Celebrations of the new European country

  • Overview through time
  • Addresses
  • Slovenia in the world
  • Before and now
  • Let's celebrate
  • June 2011

    In mass media, there will be many reflections on the twentieth anniversary of Slovenia as a country, on the path we have travelled, transition, social justice and our international situation. The Fathers of the Nation will remember hard times and each of them will have his own story on the key lessons of the period.  It is appropriate to take a look at the ritual side of the newly formed country, which distinctively unifies all the key social changes.
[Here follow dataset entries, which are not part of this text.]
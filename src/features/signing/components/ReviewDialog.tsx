import { zodResolver } from '@hookform/resolvers/zod';
import { useState } from 'react';
import { useForm } from 'react-hook-form';
import { countersignSchema, returnSchema, type CountersignInput, type ReturnInput } from '../../../../shared/schemas/signing';
import { Button } from '../../../components/Button';
import { FormAlert } from '../../../components/FormAlert';
import { TextField } from '../../../components/FormField';
import { applyServerError } from '../../../lib/forms';
import { SignatureRefused, useCountersign, useReturn } from '../api/queries';
import { Dialog } from './Dialog';
import { SignerFields } from './SignerFields';

function CountersignForm({ pageId, addendumId, onDone, onChanged }: { pageId: string; addendumId: string | null; onDone: () => void; onChanged?: () => void }) {
  const countersign = useCountersign(pageId, addendumId, onChanged);
  const [alert, setAlert] = useState<string | null>(null);
  const { register, handleSubmit, setError, formState } = useForm<CountersignInput>({
    resolver: zodResolver(countersignSchema),
    defaultValues: { email: '', password: '', meaning: 'witnessed' },
  });
  const submit = handleSubmit((input) => {
    setAlert(null);
    countersign.mutate(input, {
      onSuccess: onDone,
      onError: (error) => setAlert(error instanceof SignatureRefused ? error.message : applyServerError(error, setError, ['email', 'password', 'meaning'])),
    });
  });
  return (
    <form onSubmit={submit} noValidate className="space-y-4" aria-label="Countersign">
      <FormAlert message={alert} />
      <SignerFields role="witness" register={register} errors={formState.errors} />
      <div className="flex justify-end">
        <Button type="submit" busy={countersign.isPending}>
          Countersign
        </Button>
      </div>
    </form>
  );
}

function ReturnForm({ pageId, addendumId, onDone, onChanged }: { pageId: string; addendumId: string | null; onDone: () => void; onChanged?: () => void }) {
  const send = useReturn(pageId, addendumId, onChanged);
  const [alert, setAlert] = useState<string | null>(null);
  const { register, handleSubmit, setError, formState } = useForm<ReturnInput>({ resolver: zodResolver(returnSchema), defaultValues: { comment: '' } });
  const submit = handleSubmit((input) => {
    setAlert(null);
    send.mutate(input, { onSuccess: onDone, onError: (error) => setAlert(applyServerError(error, setError, ['comment'])) });
  });
  return (
    <form onSubmit={submit} noValidate className="space-y-4" aria-label="Return with a comment">
      <FormAlert message={alert} />
      <TextField label="Comment for the author" error={formState.errors.comment?.message} {...register('comment')} />
      <div className="flex justify-end">
        <Button type="submit" tone="danger" busy={send.isPending}>
          Return to the author
        </Button>
      </div>
    </form>
  );
}

/** The supervisor's decision on work waiting for them: countersign it, or return it with a comment. */
export function ReviewDialog({ pageId, addendumId, label, onClose, onChanged }: {
  pageId: string;
  addendumId: string | null;
  label: string;
  onClose: () => void;
  onChanged?: () => void;
}) {
  const [mode, setMode] = useState<'countersign' | 'return'>('countersign');
  return (
    <Dialog title={`Review ${label}`} onClose={onClose}>
      <div role="tablist" aria-label="Decision" className="mb-4 flex gap-2">
        {(['countersign', 'return'] as const).map((m) => (
          <button
            key={m}
            role="tab"
            type="button"
            aria-selected={mode === m}
            onClick={() => setMode(m)}
            className={`rounded-md px-3 py-1.5 text-sm font-medium ${mode === m ? 'bg-tide-600 text-paper-card' : 'text-tide-700 hover:bg-tide-50'}`}
          >
            {m === 'countersign' ? 'Countersign' : 'Return with a comment'}
          </button>
        ))}
      </div>
      {mode === 'countersign' ? (
        <CountersignForm pageId={pageId} addendumId={addendumId} onDone={onClose} onChanged={onChanged} />
      ) : (
        <ReturnForm pageId={pageId} addendumId={addendumId} onDone={onClose} onChanged={onChanged} />
      )}
    </Dialog>
  );
}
    First celebrations of statehood devoted to great historical subjects

    Slovenian celebrations of statehood can be divided into four to five periods. The first period lasted from 1991 to 1994, and was a time when painful consequences of the economic embargo showed, the time of mighty political disputes, of a search for sense, a pathway and merits in the new state of Slovenia. Due to the general nationalist atmosphere in the country and because of the official fight for power, celebrations directed by Drago Pečko, Igor Šmit and Roman Končar were devoted to great historical subjects. The chosen directors were looking for common foundations, thus, scenes based on Freising manuscripts, the Prince's stone, Primož Trubar and patriotic poetry from the 19th century were staged.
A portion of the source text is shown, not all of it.